Of course, among the above results, the possibility of rapid vaccine development is the only highest rise, and elections are considered illegal —— Real possibility -According to the expert group, this is another worst-case scenario.

However, no matter what happens, we can expect the stock market to tide over the difficulties with minimal losses. As i wrote in june, The market did not reflect the overall economic recession, the S&P 500 index Almost recover all losses Since late February (even in Unstable start in September). In order to understand more clearly why this happens, we explained to experts the seemingly disconnected situation between the stock market and other economies, and asked them to assign an importance rating from 0 to 1 for each option, where 1 is the most important.

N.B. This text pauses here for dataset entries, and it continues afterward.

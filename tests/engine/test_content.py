"""Arrays, JSON and bytes as files, and what is kept at hand."""

import io

import numpy as np
import pytest
from hypothesis import given
from hypothesis import strategies as st
from hypothesis.extra import numpy as st_numpy

from skykiln.engine import content
from skykiln.engine.content import Input, chunks_of, keep_at_hand
from skykiln.engine.digests import json_bytes


@given(st_numpy.arrays(np.float32, st_numpy.array_shapes(max_dims=4), elements=st.floats(width=32)))
def test_chunks_of_an_array_are_what_numpy_saves(array):
    saved = io.BytesIO()
    np.save(saved, array)
    assert b"".join(chunks_of(array)) == saved.getvalue()


def test_array_that_is_not_contiguous_is_saved_as_its_copy():
    array = np.arange(12, dtype=np.float32).reshape(3, 4).T
    loaded = np.load(io.BytesIO(b"".join(chunks_of(array))))
    np.testing.assert_array_equal(loaded, array)


def test_json_tells_numbers_exactly_and_refuses_what_json_has_not():
    assert json_bytes({"a": 1 / 3}) == b'{\n "a": 0.3333333333333333\n}\n'
    with pytest.raises(ValueError, match="not JSON compliant"):
        json_bytes({"a": float("nan")})


def test_array_is_read_from_its_file_as_a_plain_writable_array(tmp_path):
    path = tmp_path / "a.npy"
    np.save(path, np.ones((2, 3), np.float32))
    array = Input(path, "digest").array()
    assert type(array) is np.ndarray
    assert array.flags.writeable  # else Numba would compile its kernels a second time
    array[:] = 7
    np.testing.assert_array_equal(np.load(path), 1)


def test_array_at_hand_is_known_by_its_digest(tmp_path):
    path = tmp_path / "a.npy"
    np.save(path, np.ones(3))
    at_hand = np.zeros(3)
    keep_at_hand(Input(path, "first"), at_hand)
    assert Input(path, "first").array() is at_hand
    np.testing.assert_array_equal(Input(path, "second").array(), 1)


def test_what_is_at_hand_stays_within_its_limit(tmp_path):
    block = np.zeros(content.AT_HAND_BYTES // 8, np.uint8)
    for number in range(12):
        keep_at_hand(Input(tmp_path / "a.npy", str(number)), block)
    keep_at_hand(Input(tmp_path / "a.npy", "huge"), np.zeros(content.AT_HAND_BYTES, np.uint8))
    assert sum(kept.nbytes for kept in content._at_hand.values()) <= content.AT_HAND_BYTES
    assert (str(tmp_path / "a.npy"), "11") in content._at_hand
    assert (str(tmp_path / "a.npy"), "huge") not in content._at_hand


def test_an_empty_array_is_an_npy_file_too(tmp_path):
    path = tmp_path / "empty.npy"
    path.write_bytes(b"".join(chunks_of(np.empty((0, 3), np.int32))))
    assert np.load(path).shape == (0, 3)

Why did the stock market perform so well in a recession?

The main explanation for the continued growth of the stock market, even if other economies are in recession

Explanation weight
Fed’s expansionary policy 0.35
Some companies (such as technology companies) are benefiting from the pandemic 0.18
The rich have increased their savings, and then they invest 0.12
Unreasonable, the bubble will burst eventually 0.12
It is normal that the market is not relevant to the larger economy 0.11
Investors are optimistic about post-pandemic growth 0.10
other 0.02

Respondents were asked to assign a weight from 0 to 1 for each category, and the sum of all responses must be 1.

Source: FivethIRTYEIGHT/IGM COVID-19 Economic Survey

Although some people believe Booming technology company In order to keep the market stable, economists clearly believe that the Fed bears the greatest responsibility for the stock market’s rebound. “Obviously, the panel believes that ultra-low interest rates and targeted injection of liquidity into the economy have had a significant impact on the stock market,” Alan Timmerman, An economist at the University of California, San Diego, who has also been consulting the FiveThirtyEight survey.

There is also a very small—though not non-existent—weight that believes that this is just an irrational price bubble that is about to burst.

However, it may be explained that the lowest weight option available is the real optimism of investors. As we said, The stock market is Is not economic.

Looking at the big picture, most economists believe that the United States could have done a better job of initially controlling the virus through a more aggressive blockade, which in turn would put the country in a better economic state. Legislators are also likely to have choices that have a significant impact on the overall economic trajectory in 2021—the same goes for voters.Just how much we guessed Those ones However, the decision remains to be seen.